BY: Nyla Stanford
Published 4 weeks ago

The popularization of asserting the downfall of an individual’s mental capacity to being transgender is a sloppy tale repeated in horror films. Films like “The Silence of the Lambs” and “Psycho” utilize this harmful trope without exercising much thought to the source of instability. And with Ryan Murphy’s clocked obsession with humanizing serial killers, it would have been thought that “Monster: The Ed Gein Story” would have taken a different route. However, this series suffers from the same sensationalism.
Who Is Ed Gein?
Ed Gein was a small-town farmer from Plainfield, Wis., or so it appeared. During Murphy’s Netflix retelling, the audience learns of Gein as a man stricken by the heavily religious beliefs of his mother and his obsession with the women she was. There are accounts of his interest in Ilse Koch, “The Witch of Buchenwald.” She was infamously known for decorating her lampshades with the tattooed skin of her concentration camp Jewish prisoners.
Murphy accurately depicts Gein’s affection for his mother, as she is the only person he believes truly loves him. This thought, coupled with his psychosis, is what is believed to drive him to do the unthinkable with the human body. However, as the series continues, the audience begins to see Gein’s fast deterioration. With him building an entire suit made of women’s skin, the perspective and terminology take a drastic and dangerous turn.
What Ed Gein a transgender individual?
The series depicts a hallucinatory scene between Gein and Christine Jorgensen. Jorgensen was the first person to become widely known for undergoing sexual reassignment surgery. In this scene, Gein is talking with Jorgensen, asking her about her transition and how this might be what he’s desired all along.
While television is allowed to take liberties, that is no confirmation of Gein wanting to transition into a woman. His only relation to the desire of a female figure is from his obsession with replicating his mother through the lenses of his own schizophrenia. This scene, as many other films mentioned previously, conflates the concept of gender nonconformity with deviance and violence, which only further perpetuates harm to the actual trans community.
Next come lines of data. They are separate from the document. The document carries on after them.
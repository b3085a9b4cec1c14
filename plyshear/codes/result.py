"""The result types of a design check: :class:`CheckItem` and :class:`CheckResult`.

A check item names its place by typed fields (``bolt``, ``plane``, ``ply``);
``where`` is built from them for display only, so a program keys on the fields
and never parses the text.
"""

from __future__ import annotations

from dataclasses import dataclass, field
from typing import Any

import numpy as np

from plyshear import units as _units
from plyshear.codes.clause import Clause

#: The verdict of a check whose solve is not trusted.
UNVERIFIED = "NOT VERIFIED: the solve is ill-conditioned"
#: The places an item can sit: a shear plane, a ply, or the bolt as a whole.
PARTS = ("plane", "ply", "bolt")


@dataclass(frozen=True)
class CheckItem:
    """One limit state at one place.

    Attributes:
        what: The limit state, e.g. ``"bolt shear"``, ``"bearing"``.
        demand: Required strength (N, N·mm) or, for an interaction, its value.
        capacity: Design / allowable strength in the same unit, or 1.0.
        dimension: ``"force"``, ``"moment"``, ``"length"`` or ``"ratio"`` (for unit
            conversion).
        clauses: Citation records of the clauses used.
        part: ``"plane"``, ``"ply"`` or ``"bolt"``: what the item is about.
        plane: The plane's index (from 1, as ``PlaneShear.index``), or None.
        ply: The ply's index in ``joint.plies`` (from 0), or None.
        ply_name: The ply's name, for display.
        bolt: The bolt's index in the row (from 0).
        row: The number of bolts in the row (``where`` names the bolt when > 1).
        informative: True when the item lies outside the standard's text.
        note: A short remark shown beside the item.
        z: Position along the bolt, mm, for items on the bolt's diagram.
        detail: Which rule of the ply, shown after its name (``"width"``), or "".
    """

    what: str
    demand: float
    capacity: float
    dimension: str
    clauses: tuple[Clause, ...]
    part: str = "bolt"
    plane: int | None = None
    ply: int | None = None
    ply_name: str = ""
    bolt: int = 0
    row: int = 1
    informative: bool = False
    note: str = ""
    z: float | None = None
    detail: str = ""

    @property
    def where(self) -> str:
        """The place as shown: ``"plane 2"``, ``"ply outer"``, ``"bolt 3, plane 1"``."""
        if self.part == "ply":
            body = f"ply {self.ply_name}" + (f", {self.detail}" if self.detail else "")
        elif self.part == "plane":
            body = f"plane {self.plane}"
        else:
            bolt = f"bolt {self.bolt + 1}" if self.row > 1 else "bolt"
            return bolt if self.plane is None else f"{bolt}, plane {self.plane}"
        return f"bolt {self.bolt + 1}: {body}" if self.row > 1 else body

    def place(self, units: str) -> str:
        """Return ``where``, with the position along the bolt in ``units``."""
        if self.z is None:
            return self.where
        return f"{self.where} at z = {_units.length_str(units, self.z)}"

    @property
    def utilization(self) -> float:
        """Demand over capacity (inf if the capacity is zero)."""
        if self.capacity <= 0.0:
            return float("inf") if self.demand > 0 else 0.0
        return self.demand / self.capacity

    @property
    def clause(self) -> str:
        """The clause references, without the standard's name."""
        return "; ".join(dict.fromkeys(c.ref for c in self.clauses))

    def place_dict(self) -> dict[str, Any]:
        """The item's place as the contract's typed keys: bolt and plane from 1, ply by name."""
        return {
            "bolt": self.bolt + 1,
            "plane": self.plane,
            "ply": self.ply_name if self.ply is not None else None,
        }


@dataclass(frozen=True)
class CheckResult:
    """All checks of one joint to one standard.

    Attributes:
        standard: ``"aisc360-22"`` or ``"en1993-1-8"``.
        method: ``"lrfd"``, ``"asd"`` or ``"partial-factors"`` (EN).
        edition: The standard with its edition, as printed.
        items: Every check item.
        notes: Assumptions and omissions the engineer must know.
        units: Unit system of the output.
        loads: The level of the demands: "factored" or "service".
        warnings: What the engineer must read beside the verdict: informative
            items above 1.0, utilizations too large to be real.
        unverified: Why the demands cannot be trusted (an ill-conditioned solve),
            or "": a check that is not verified does not pass.
    """

    standard: str
    method: str
    edition: str
    items: tuple[CheckItem, ...]
    notes: tuple[str, ...] = field(default_factory=tuple)
    units: str = "N-mm"
    loads: str = "factored"
    warnings: tuple[str, ...] = field(default_factory=tuple)
    unverified: str = ""

    @property
    def governing(self) -> CheckItem | None:
        """The normative item with the largest utilization."""
        normative = [i for i in self.items if not i.informative]
        return max(normative, key=lambda i: i.utilization) if normative else None

    @property
    def passes(self) -> bool:
        """True when the solve is trusted and every normative item has utilization ≤ 1."""
        normative = (i for i in self.items if not i.informative)
        return not self.unverified and all(i.utilization <= 1.0 for i in normative)

    def sorted_items(self) -> list[CheckItem]:
        """Items by utilization, largest first."""
        return sorted(self.items, key=lambda i: -i.utilization)

    def plane_utilization(self) -> dict[tuple[int, int], float]:
        """The bolt-shear utilization of every plane of every bolt, by (bolt, plane)."""
        return {
            (i.bolt, i.plane): i.utilization
            for i in self.items
            if i.part == "plane" and i.plane is not None and i.what in ("bolt shear", "pin shear")
        }

    def to_dict(self) -> dict[str, Any]:
        """Return the contract's ``check`` section, in the joint's units."""
        u = _units.system(self.units)

        def conv(value: float, dim: str) -> float:
            return value if dim == "ratio" else value / u.factor(dim)

        gov = self.governing
        return {
            "standard": self.standard,
            "method": self.method,
            "edition": self.edition,
            "items": [
                {
                    "what": i.what,
                    "where": i.place(self.units),
                    **i.place_dict(),
                    "demand": conv(i.demand, i.dimension),
                    "capacity": conv(i.capacity, i.dimension),
                    "utilization": _finite(i.utilization),
                    "clause": i.clause,
                    "unit": "" if i.dimension == "ratio" else u.label(i.dimension),
                    "informative": i.informative,
                    "note": i.note,
                }
                for i in self.sorted_items()
            ],
            "governing": None
            if gov is None
            else {
                "what": gov.what,
                "where": gov.place(self.units),
                **gov.place_dict(),
                "utilization": _finite(gov.utilization),
                "clause": gov.clause,
            },
            "passes": self.passes,
            "verified": not self.unverified,
            **({"verdict": UNVERIFIED, "unverified": self.unverified} if self.unverified else {}),
            "notes": list(self.notes),
            "loads": self.loads,
            "warnings": list(self.warnings),
        }


def _finite(value: float) -> float | None:
    return value if np.isfinite(value) else None
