@clause(STANDARD, "D5.1(a)")
def b_e_pin(t: float, side: float | None = None, form: str = "si") -> float:
    r"""Effective edge distance of a pin-connected plate.

    .. math:: b_e = 2t + 0.63\ \text{in}\ (2t + 16\ \text{mm}) \le b

    Args:
        t: Plate thickness, mm.
        side: The distance from the edge of the hole to the edge of the plate
            normal to the force, mm (>= 0); None = no cap (as the D5.2 rules take it).
        form: ``"si"`` (16 mm) or ``"us"`` (0.63 in).

    Returns:
        b_e, mm.
    """
    _positive(t=t)
    b_e = 2.0 * t + B_E_ALLOWANCE[_form(form)]
    if side is None:
        return b_e
    _non_negative(side=side)
    return min(b_e, side)


@clause(STANDARD, "D5.1(a), Eq. D5-1")
def P_n_pin_tension(t: float, b_e: float, F_u: float) -> float:
    r"""Nominal tensile rupture strength of a pin-connected plate on its net effective area.

    φt = 0.75, Ωt = 2.00.

    .. math:: P_n = F_u\,(2\,t\,b_e)

    Args:
        t: Plate thickness, mm.
        b_e: Effective edge distance, mm (:func:`b_e_pin`, >= 0).
        F_u: Specified minimum tensile strength of the plate, MPa.

    Returns:
        Pn, N.
    """
    _positive(t=t, F_u=F_u)
    _non_negative(b_e=b_e)
    return F_u * 2.0 * t * b_e


@clause(STANDARD, "D5.1(b), Eq. D5-2")
def P_n_pin_shear(t: float, a: float, d: float, F_u: float) -> float:
    r"""Nominal shear rupture strength of a pin-connected plate beyond the hole.

    φsf = 0.75, Ωsf = 2.00.

    .. math:: P_n = 0.6\,F_u\,A_{sf}, \qquad A_{sf} = 2\,t\,(a + d/2)

    Args:
        t: Plate thickness, mm.
        a: Shortest distance from the edge of the pin hole to the edge of the
            plate, parallel to the force, mm (>= 0).
        d: Pin diameter, mm.
        F_u: Specified minimum tensile strength of the plate, MPa.

    Returns:
        Pn, N.
    """
    _positive(t=t, d=d, F_u=F_u)
    _non_negative(a=a)
    return 0.6 * F_u * 2.0 * t * (a + d / 2.0)


@clause(STANDARD, "D2(a), Eq. D2-1")
def P_n_yield(A_g: float, F_y: float) -> float:
    r"""Nominal tensile yielding strength on the gross section.

    φt = 0.90, Ωt = 1.67.

    .. math:: P_n = F_y\,A_g

    Args:
        A_g: Gross area, mm².
        F_y: Specified minimum yield stress, MPa.

    Returns:
        Pn, N.
    """
    _positive(A_g=A_g, F_y=F_y)
    return F_y * A_g


@clause(STANDARD, "D5.2")
def pin_plate_min_width(b_e: float, d: float) -> float:
    r"""Least width of a pin-connected plate at the pin hole.

    .. math:: w \ge 2\,b_e + d

    Args:
        b_e: Effective edge distance, mm (:func:`b_e_pin`).
        d: Pin diameter, mm.

    Returns:
        The least width, mm.
    """
    _positive(b_e=b_e, d=d)
    return 2.0 * b_e + d
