def _case(fn: CaseFn) -> CaseFn:
    """Register a case function under its name (without the leading ``case_``)."""
    _REGISTRY[fn.__name__.removeprefix("case_")] = fn
    return fn


def names() -> list[str]:
    """Every case's name, in the document's order."""
    return list(_REGISTRY)


@functools.cache
def run(name: str) -> Case:
    """Evaluate one case (cached: the tests and the document share one run)."""
    return _REGISTRY[name]()


def run_all() -> list[Case]:
    """Evaluate every case."""
    return [run(n) for n in names()]


# --- models -------------------------------------------------------------------


def _model(text: str):  # noqa: ANN202 - a Joint; imported lazily
    from plyshear.model.modelfile import loads

    return loads(text, "<verification case>")


def _ply(name: str, member: str | None, t: float, extra: str = "") -> str:
    owner = f'member = "{member}"\n' if member else ""
    return f'[[ply]]\nname = "{name}"\n{owner}thickness = {t!r}\n{extra}'


def _solve(text: str):  # noqa: ANN202 - (joint, solution)
    import plyshear

    joint = _model(text)
    return joint, plyshear.solve(joint)


def _item(text: str, what: str, where: str):  # noqa: ANN202 - a CheckItem
    import plyshear

    joint, sol = _solve(text)
    items = [i for i in plyshear.check(joint, sol).items if i.what == what and i.where == where]
    if len(items) != 1:
        raise LookupError(f"expected one {what!r} item at {where!r}, found {len(items)}")
    return items[0]


# --- mechanics ----------------------------------------------------------------


@_case
def case_timoshenko_cantilever() -> Case:
    """A cantilever of exact Timoshenko elements against the closed form."""
    from plyshear.mechanics import beam

    d, length, n, p, e, nu = 20.0, 60.0, 4, 1000.0, 210000.0, 0.3
    area, inertia = beam.circle_properties(np.array([d]))
    kga = beam.shear_coefficient_circle(nu) * e / (2 * (1 + nu)) * area[0]
    ei = e * inertia[0]
    h = np.full(n, length / n)
    k = beam.stiffness(np.full(n, ei), beam.phi_shear(np.full(n, ei), np.full(n, kga), h), h)
    big = np.zeros((2 * n + 2, 2 * n + 2))
    for i in range(n):
        big[2 * i:2 * i + 4, 2 * i:2 * i + 4] += k[i]
    f = np.zeros(2 * n + 2)
    f[-2] = p
    u = np.linalg.solve(big[2:, 2:], f[2:])
    ref = p * length**3 / (3 * ei) + p * length / kga
    return Case("mechanics", "timoshenko_cantilever",
                "Timoshenko & Gere, Mechanics of Materials (1972): w = PL³/3EI + PL/κGA",
                "tip deflection, 4 elements [mm]", ref, float(u[-2]), REL_ROUND_OFF)


@_case
def case_cowper_shear_coefficient() -> Case:
    """Cowper's printed shear coefficient of a solid circle."""
    from plyshear.mechanics import beam

    return Case("mechanics", "cowper_shear_coefficient",
                "Cowper, J. Appl. Mech. 33 (1966): κ = 0.886 printed for a circle, ν = 0.3",
                "shear coefficient κ [-]", 0.886, beam.shear_coefficient_circle(0.3),
                REL_PRINTED_3)


def _hetenyi(half: float) -> tuple[float, float]:
    """(plyshear's largest moment, β) of a bolt on equal springs, loaded in the middle."""
    d, e, k, t_load, p = 20.0, 210000.0, 2000.0, 0.2, 10000.0
    beta = (k / (4 * e * math.pi * d**4 / 64)) ** 0.25
    spring = f"fy = 355\nfu = 490\nfoundation_modulus = {{}}\n"
    text = ('format = 1\nunits = "N-mm"\n'
            f'[bolt]\ndiameter = {d}\ngrade = "8.8"\nthreads = "excluded"\nE = {e}\n'
            + _ply("head", "fork", half(beta), spring.format(k))
            + _ply("loaded", "lug", t_load, spring.format(1e6))
            + _ply("nut", "fork", half(beta), spring.format(k))
            + f"[member.fork]\nsupport = true\n[member.lug]\nload = {p}\n"
            '[analysis]\nbeam = "euler-bernoulli"\nelements_per_ply = 12\n')
    _, sol = _solve(text)
    return sol.bolts[0].max_moment, beta


@_case
def case_hetenyi_infinite_beam_moment() -> Case:
    """Moment under a point load on a long beam on springs, P/4β."""
    m, beta = _hetenyi(lambda b: 7.0 / b)
    return Case("mechanics", "hetenyi_infinite_beam_moment",
                "Hetényi, Beams on Elastic Foundation (1946), ch. II: M = P/4β",
                "moment under the load, P = 10 kN [N·mm]", 10000.0 / (4 * beta), m, REL_HETENYI)


@_case
def case_hetenyi_finite_beam_moment() -> Case:
    """Moment at the centre of a free–free beam of βL = 2 on springs."""
    lam, p = 2.0, 10000.0
    m, beta = _hetenyi(lambda b: (lam / b - 0.2) / 2)
    ref = p / (4 * beta) * (math.cosh(lam) - math.cos(lam)) / (math.sinh(lam) + math.sin(lam))
    return Case("mechanics", "hetenyi_finite_beam_moment",
                "Hetényi (1946), ch. V, free ends, central load (from memory; checked by "
                "tests/verification against a BVP solve)",
                "central moment, βL = 2 [N·mm]", ref, m, REL_HETENYI)


@_case
def case_circle_shape_factor() -> Case:
    """Fully plastic moment of a solid circle over its first-yield moment."""
    from plyshear.mechanics.section import BoltSteel, moment_curvature, yield_moment

    d = 20.0
    steel = BoltSteel(model="elastic-plastic", E=210000.0, fy=640.0, fu=800.0, eu=0.12)
    kappa = 1000.0 * 2 * steel.ey / d
    m, _ = moment_curvature(steel, np.array([kappa]), np.array([d]))
    return Case("mechanics", "circle_shape_factor",
                "from memory: Neal, The Plastic Methods of Structural Analysis, ch. 1: "
                "Mp/My = 16/3π",
                "M(κ = 1000 κ_y)/M_y [-]", 16 / (3 * math.pi),
                float(m[0] / yield_moment(steel.fy, d)), REL_SHAPE_FACTOR)


def _clevis(a: float, b: float, c: float, extra: str = "") -> str:
    """A stiff pin in a symmetric clevis on soft bearing (uniform bearing)."""
    soft = "fy = 355\nfu = 490\nfoundation_modulus = 50.0\n"
    return ('format = 1\nunits = "N-mm"\n[bolt]\ndiameter = 40\ngrade = "8.8"\n'
            'threads = "excluded"\n'
            + _ply("outer-1", "clevis", a, soft)
            + _ply("lug", "lug", b, soft + f"gap = {c}\n")
            + _ply("outer-2", "clevis", a, soft + f"gap = {c}\n")
            + "[member.clevis]\nsupport = true\n[member.lug]\nload = 100000.0\n" + extra)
The Relationship Between Gender and Violence
“The myth that serial murderers are motivated by ‘insanity’ and ‘gender distress’ originated from Gein and his fictionalized manifestations,” states Ryan Lee Cartwright in his book “Peculiar Places.” Before the 1950s, there was a distinct relationship between mental illness and violence. But with the looming Cold War and redirected focus on morals (especially for white males), a shift happened. In Irena Jurkovi?’s book, “Re-Imagining the Victim in Post-1970s Horror Media” the author shares that there had to be an understanding of why a white man would commit such acts against women, especially during a time period where ‘primitive’ and ‘savages’ were reserved for the depictions of Black Americans. Thus, the first sensationalized depiction of Gein is born with the movie “Psycho,” giving the American audience a ‘reason’ for such atrocities.
The Harm of Horror Transgender Tropes
Reinforcing the violent transgender trope not only stunts the plotline of the story but also harms real-life trans women in the process. In the scene between Gein and Jorgensen, Jorgensen states that she doesn’t believe he is a woman or wants to be one, but rather that he is a gynephile. Identiversity shares that gynophilia is “the attraction to females or femininity, regardless of one’s own sex or gender identity.” However, autogynephilia has become a foundational issue for anti-trans activists who conjoin sexual violence and being mentally ill. That said, the show’s depiction has given more fuel to attack and subvert the rights trans individuals have been fighting for.
Despite several interviews stating that Gein doesn’t think he wants to be a woman and several doctors relating his obsession with his mother to the building of a skin suit, the interpretations of his actions continue to be misused to the harm of trans individuals. Ultimately, Gein’s trial deemed him not guilty by reason of insanity (again, speaking deeply to the depths of his psychosis), and he was forced to spend the rest of his life in a mental hospital. Thus, leaving the world to use his wretched choices to subvert the LGBTQIA+ community.